Scindapsus Pictus (Satin Pothos): Info, Care Tips and Problem Guide

The Satin Pothos Houseplant

Scindapsus pictus usually goes by the common names of Satin Pothos or Silver Vine. It has beautiful firm matte green leaves covered in slightly reflective silver blotches that shimmer and catch your eye in the right light. The leaf edges are outlined in a thin line of silver too. Gorgeous.

Maybe you're thinking these good looks must mean lots of effort? If so, you're wrong.

They're pretty easy going and adaptable plants, dealing with some sun and also quite a bit of shade. This is a houseplant that's both easy and a joy to own.

Satin Pothos plant growing in a pot on top of a shelf in a house

A glamorous Scindapsus pictus plant, showing off its silver markings.

Most Scindapsus pictus look like Epipremnum Aureum (Pothos) plants and the Satin Pothos with the heart shaped leaves and root climbing vines is no exception.

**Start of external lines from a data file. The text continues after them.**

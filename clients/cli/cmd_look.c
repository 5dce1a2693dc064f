/* SPDX-License-Identifier: GPL-3.0-or-later */
/* Commands that look: list, show, report, history, difference at the catalog; health, about at the
 * service itself. Long lists come in pages; all of them are fetched. */
#include <stdlib.h>
#include <string.h>

#include "answer.h"
#include "commands.h"
#include "table.h"

enum { PAGES_MAX = 1000 };

/* Prints `text` unless the raw body went out already; frees it and the tree. */
static int finish(lwc_session *session, cJSON *tree, lwc_text *text, int status)
{
    if (!session->args->json) {
        lwc_print(text);
    }
    lwc_text_clear(text);
    cJSON_Delete(tree);
    return status;
}

static void show_members(lwc_text *out, const cJSON *tree, const char *const *leave_out, size_t n)
{
    const cJSON *member = NULL;
    cJSON_ArrayForEach(member, tree)
    {
        bool left_out = false;
        for (size_t i = 0; i < n; i++) {
            left_out = left_out || strcmp(member->string, leave_out[i]) == 0;
        }
        if (!left_out && cJSON_IsObject(tree)) {
            lwc_value_block(out, member->string, member, 0);
        }
    }
}

/* Cuts digests in a listing to the eight digits that name a revision. */
static void shorten_digests(cJSON *rows)
{
    cJSON *row = NULL;
    cJSON_ArrayForEach(row, rows)
    {
        cJSON *digest = cJSON_GetObjectItemCaseSensitive(row, "digest");
        if (cJSON_IsString(digest) && strlen(digest->valuestring) > 8) {
            digest->valuestring[8] = '\0';
        }
    }
}

/* Fetches all pages of a listing and gathers the arrays named `list`. NULL after a complaint. */
static cJSON *all_pages(lwc_session *session, const char *path, const char *list, int *status)
{
    cJSON *rows = cJSON_CreateArray();
    char cursor[64] = "";
    for (int page = 0; page < PAGES_MAX; page++) {
        cJSON *tree = NULL;
        *status = cursor[0] == '\0'
                      ? lwc_get_json(session, "list", &tree, "%s", path)
                      : lwc_get_json(session, "list", &tree, "%s?cursor=%s", path, cursor);
        cJSON *array = cJSON_DetachItemFromObjectCaseSensitive(tree, list);
        const char *next = lwc_json_string(tree, "next");
        bool more = next != NULL && lwc_is_name(next, strlen(next), false);
        if (more) {
            (void)snprintf(cursor, sizeof cursor, "%s", next);
        }
        bool usable = cJSON_IsArray(array);
        if (tree != NULL && !usable) {
            lwc_complain("the answer has no list \"%s\"; see it with --json", list);
            *status = LWC_EXIT_ERROR;
        }
        while (usable && array->child != NULL) {
            cJSON *row = cJSON_DetachItemViaPointer(array, array->child);
            if (!cJSON_AddItemToArray(rows, row)) {
                cJSON_Delete(row);
            }
        }
        cJSON_Delete(array);
        cJSON_Delete(tree);
        if (!usable) {
            cJSON_Delete(rows);
            return NULL;
        }
        if (!more) {
            break;
        }
    }
    shorten_digests(rows);
    return rows;
}

int lwc_cmd_list(lwc_session *session)
{
    int status = LWC_EXIT_YES;
    if (!lwc_word_count(session, 0, 0, "list")) {
        return LWC_EXIT_ERROR;
    }
    cJSON *rows = all_pages(session, "/v1/mechanisms", "mechanisms", &status);
    if (rows == NULL) {
        return status;
    }
    lwc_text text = {0};
    if (rows->child == NULL) {
        lwc_text_puts(&text, "the catalog is empty\nnext: leeway load FILE\n");
    } else if (!lwc_object_table(&text, rows, 0)) {
        lwc_value_block(&text, "mechanisms", rows, 0);
    }
    return finish(session, rows, &text, status);
}

/* The revision that answers by default, or else the newest; 0 if the answer names none. */
static long default_revision(const cJSON *tree)
{
    static const char *const NAMES[] = {"answering", "revisions"};
    for (size_t i = 0; i < sizeof NAMES / sizeof NAMES[0]; i++) {
        double number = 0.0;
        if (lwc_json_number(tree, NAMES[i], &number) && number >= 1.0 &&
            number <= LWC_REVISION_MAX) {
            return (long)number;
        }
    }
    return 0;
}

/* The mechanism's own entry, never printed; *revision is the one to look at. */
static int look_up(lwc_session *session, const char *name, cJSON **tree, long *revision)
{
    lwc_args quiet = *session->args;
    lwc_session look = {.args = &quiet, .http = session->http};
    quiet.json = false;
    int status = lwc_get_json(&look, "show", tree, "/v1/mechanisms/%s", name);
    *revision = default_revision(*tree);
    if (*tree != NULL && *revision == 0) {
        lwc_complain("which revision of %s? See: leeway history %s", name, name);
        cJSON_Delete(*tree);
        *tree = NULL;
        status = LWC_EXIT_ERROR;
    }
    return status;
}

static bool name_and_revision(lwc_session *session, const char *usage, const char **name,
                              long *revision)
{
    return lwc_word_count(session, 1, 2, usage) && lwc_word_name(session, 0, name) &&
           (session->args->n_words < 2 || lwc_word_revision(session, 1, revision));
}

int lwc_cmd_show(lwc_session *session)
{
    static const char *const LEFT_OUT[] = {"format"};
    const char *name = NULL;
    long revision = 0;
    cJSON *entry = NULL;
    cJSON *document = NULL;
    lwc_text text = {0};
    if (!name_and_revision(session, "show NAME [REV]", &name, &revision)) {
        return LWC_EXIT_ERROR;
    }
    if (revision == 0) {
        int status = look_up(session, name, &entry, &revision);
        if (entry == NULL) {
            return status;
        }
        show_members(&text, entry, NULL, 0);
        lwc_text_printf(&text, "\ndocument of revision %ld\n", revision);
        cJSON_Delete(entry);
    }
    int status = lwc_get_json(session, "show", &document, "/v1/mechanisms/%s/revisions/%ld", name,
                              revision);
    show_members(&text, document, LEFT_OUT, 1);
    if (document == NULL) {
        lwc_text_reset(&text);
    }
    return finish(session, document, &text, status);
}

int lwc_cmd_report(lwc_session *session)
{
    static const char *const LEFT_OUT[] = {"findings"};
    const char *name = NULL;
    long revision = 0;
    cJSON *tree = NULL;
    if (!name_and_revision(session, "report NAME [REV]", &name, &revision)) {
        return LWC_EXIT_ERROR;
    }
    if (revision == 0) {
        int status = look_up(session, name, &tree, &revision);
        if (tree == NULL) {
            return status;
        }
        cJSON_Delete(tree);
    }
    int status = lwc_get_json(session, "report", &tree, "/v1/mechanisms/%s/revisions/%ld/report",
                              name, revision);
    if (tree == NULL) {
        return status;
    }
    lwc_text text = {0};
    lwc_text_printf(&text, "revision      %ld\n", revision);
    show_members(&text, tree, LEFT_OUT, 1);
    lwc_text_puts(&text, "\nfindings\n");
    if (lwc_show_findings(&text, lwc_findings(tree)) == 0) {
        lwc_text_puts(&text, "  none\n");
    }
    return finish(session, tree, &text, status);
}

int lwc_cmd_history(lwc_session *session)
{
    static const char *const LISTS[] = {"revisions", "events"};
    static const char *const ROUTES[] = {"revisions", "history"};
    const char *name = NULL;
    if (!lwc_word_count(session, 1, 1, "history NAME") || !lwc_word_name(session, 0, &name)) {
        return LWC_EXIT_ERROR;
    }
    lwc_text text = {0};
    int status = LWC_EXIT_YES;
    for (size_t i = 0; i < 2; i++) {
        char path[96];
        (void)snprintf(path, sizeof path, "/v1/mechanisms/%s/%s", name, ROUTES[i]);
        cJSON *rows = all_pages(session, path, LISTS[i], &status);
        if (rows == NULL) {
            lwc_text_clear(&text);
            return status;
        }
        lwc_text_printf(&text, "%s%s%s\n", i > 0 ? "\n" : "", LISTS[i],
                        rows->child == NULL ? "   none" : "");
        (void)lwc_object_table(&text, rows, 2);
        cJSON_Delete(rows);
    }
    return finish(session, NULL, &text, status);
}

/* "revision 2 (published, digest 1f2e3d4c)" of one side of a difference. */
static void show_side(lwc_text *out, const char *title, const cJSON *side)
{
    const char *digest = lwc_json_string(side, "digest");
    lwc_text_printf(out, "%-6srevision ", title);
    lwc_value_line(out, lwc_json_get(side, "revision"));
    lwc_text_puts(out, ", ");
    lwc_value_line(out, lwc_json_get(side, "state"));
    if (digest != NULL) {
        lwc_text_puts(out, ", digest ");
        lwc_text_safe(out, digest, strlen(digest) < 8 ? strlen(digest) : 8);
    }
    lwc_text_putc(out, '\n');
}

static void show_changes(lwc_text *out, const cJSON *changes)
{
    const cJSON *change = NULL;
    lwc_text_puts(out, changes->child == NULL ? "nothing changed\n" : "\n");
    cJSON_ArrayForEach(change, changes)
    {
        const char *text = lwc_json_string(change, "text");
        lwc_text_puts(out, "  ");
        if (text != NULL) {
            lwc_text_safe(out, text, strlen(text));
        } else {
            lwc_value_line(out, change);
        }
        lwc_text_putc(out, '\n');
    }
}

int lwc_cmd_difference(lwc_session *session)
{
    static const char *const LEFT_OUT[] = {"mechanism", "from", "to", "changes"};
    const char *name = NULL;
    long from = 0;
    long to = 0;
    cJSON *tree = NULL;
    if (!lwc_word_count(session, 3, 3, "difference NAME A B") ||
        !lwc_word_name(session, 0, &name) || !lwc_word_revision(session, 1, &from) ||
        !lwc_word_revision(session, 2, &to)) {
        return LWC_EXIT_ERROR;
    }
    int status = lwc_get_json(session, "difference", &tree,
                              "/v1/mechanisms/%s/difference?from=%ld&to=%ld", name, from, to);
    if (tree == NULL) {
        return status;
    }
    lwc_text text = {0};
    lwc_text_printf(&text, "%s\n", name);
    show_side(&text, "from", lwc_json_get(tree, "from"));
    show_side(&text, "to", lwc_json_get(tree, "to"));
    show_members(&text, tree, LEFT_OUT, 4);
    if (cJSON_IsArray(lwc_json_get(tree, "changes"))) {
        show_changes(&text, lwc_json_get(tree, "changes"));
    }
    return finish(session, tree, &text, status);
}

/* ---- the service ---------------------------------------------------------------------------- */

int lwc_cmd_health(lwc_session *session)
{
    static const char *const PATHS[] = {"/healthz", "/readyz"};
    static const char *const WORDS[] = {"alive", "ready"};
    int status = LWC_EXIT_YES;
    if (!lwc_word_count(session, 0, 0, "health")) {
        return LWC_EXIT_ERROR;
    }
    for (size_t i = 0; i < 2; i++) {
        lwc_reply reply = {0};
        lwc_request request = {.method = "GET", .path = PATHS[i], .once = true};
        lwc_contact contact = lwc_http_ask(session->http, &request, &reply);
        bool yes = reply.status >= 200 && reply.status < 300;
        if (contact != LWC_ANSWERED) {
            lwc_text_clear(&reply.body);
            return lwc_contact_exit(contact);
        }
        if (session->args->json) {
            lwc_print_raw(&reply);
        } else {
            (void)printf("%-6s %s (%s answered %ld)\n", WORDS[i], yes ? "yes" : "no", PATHS[i],
                         reply.status);
        }
        status = yes ? status : LWC_EXIT_NO;
        lwc_text_clear(&reply.body);
    }
    return status;
}

int lwc_cmd_about(lwc_session *session)
{
    cJSON *tree = NULL;
    if (!lwc_word_count(session, 0, 0, "about")) {
        return LWC_EXIT_ERROR;
    }
    int status = lwc_get_json(session, "about", &tree, "/about");
    if (tree == NULL) {
        return status;
    }
    lwc_text text = {0};
    show_members(&text, tree, NULL, 0);
    return finish(session, tree, &text, status);
}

How do you pronounce Scindapsus pictus correctly? Say:
Sin-Dap-Cis Pik-TUS

Scindapsus pictus is normally called the "Silver Pothos", or "Satin Pothos" which just confuses things even more because it's not actually a "Pothos". They're not even the same species, more like very close looking cousins. The care requirements are almost the same though.

This is one of the more straightforward indoor plants you can own in terms of care needs. In five years of owning mine, they've never been attacked by any insect pest and maintenance has just consisted of removing the occasional yellow leaf.

Just to be clear
Scindapsus is a Genus of at least 35 plants, several of which are grown as houseplants (we may write about some of these in the future). The focus of this article is Scindapsus Pictus, just one of the 35 Scindapsus Species.

You can grow it in different ways and there are a number of exciting varieties on offer. I wouldn't say it's an expensive or rare plant as such, but some of the cultivars are quite hard to come by and these can push up the prices.

Scindapsus Pictus Varieties

There are around five common Scindapsus Pictus varieties and cultivars. Most of them have very similar looks with the main differences being the amount or placement of the silver blotches on the leaves.

There are more than five cultivars though, but as of 2022, the others are still very rare. So we're not going to cover them here, otherwise we'll be here all day!

Leaves of the Scindapsus pictus Argyraeus

Scindapsus pictus 'Argyraeus' showing off its silver variegation.

Scindapsus pictus 'Argyraeus'.

Potentially the "original" plant and almost certainly the first to be sold commercially on mass to the public (photo above). I'd argue it's the most common (and cheapest) variety you'll find in shops or from online sellers.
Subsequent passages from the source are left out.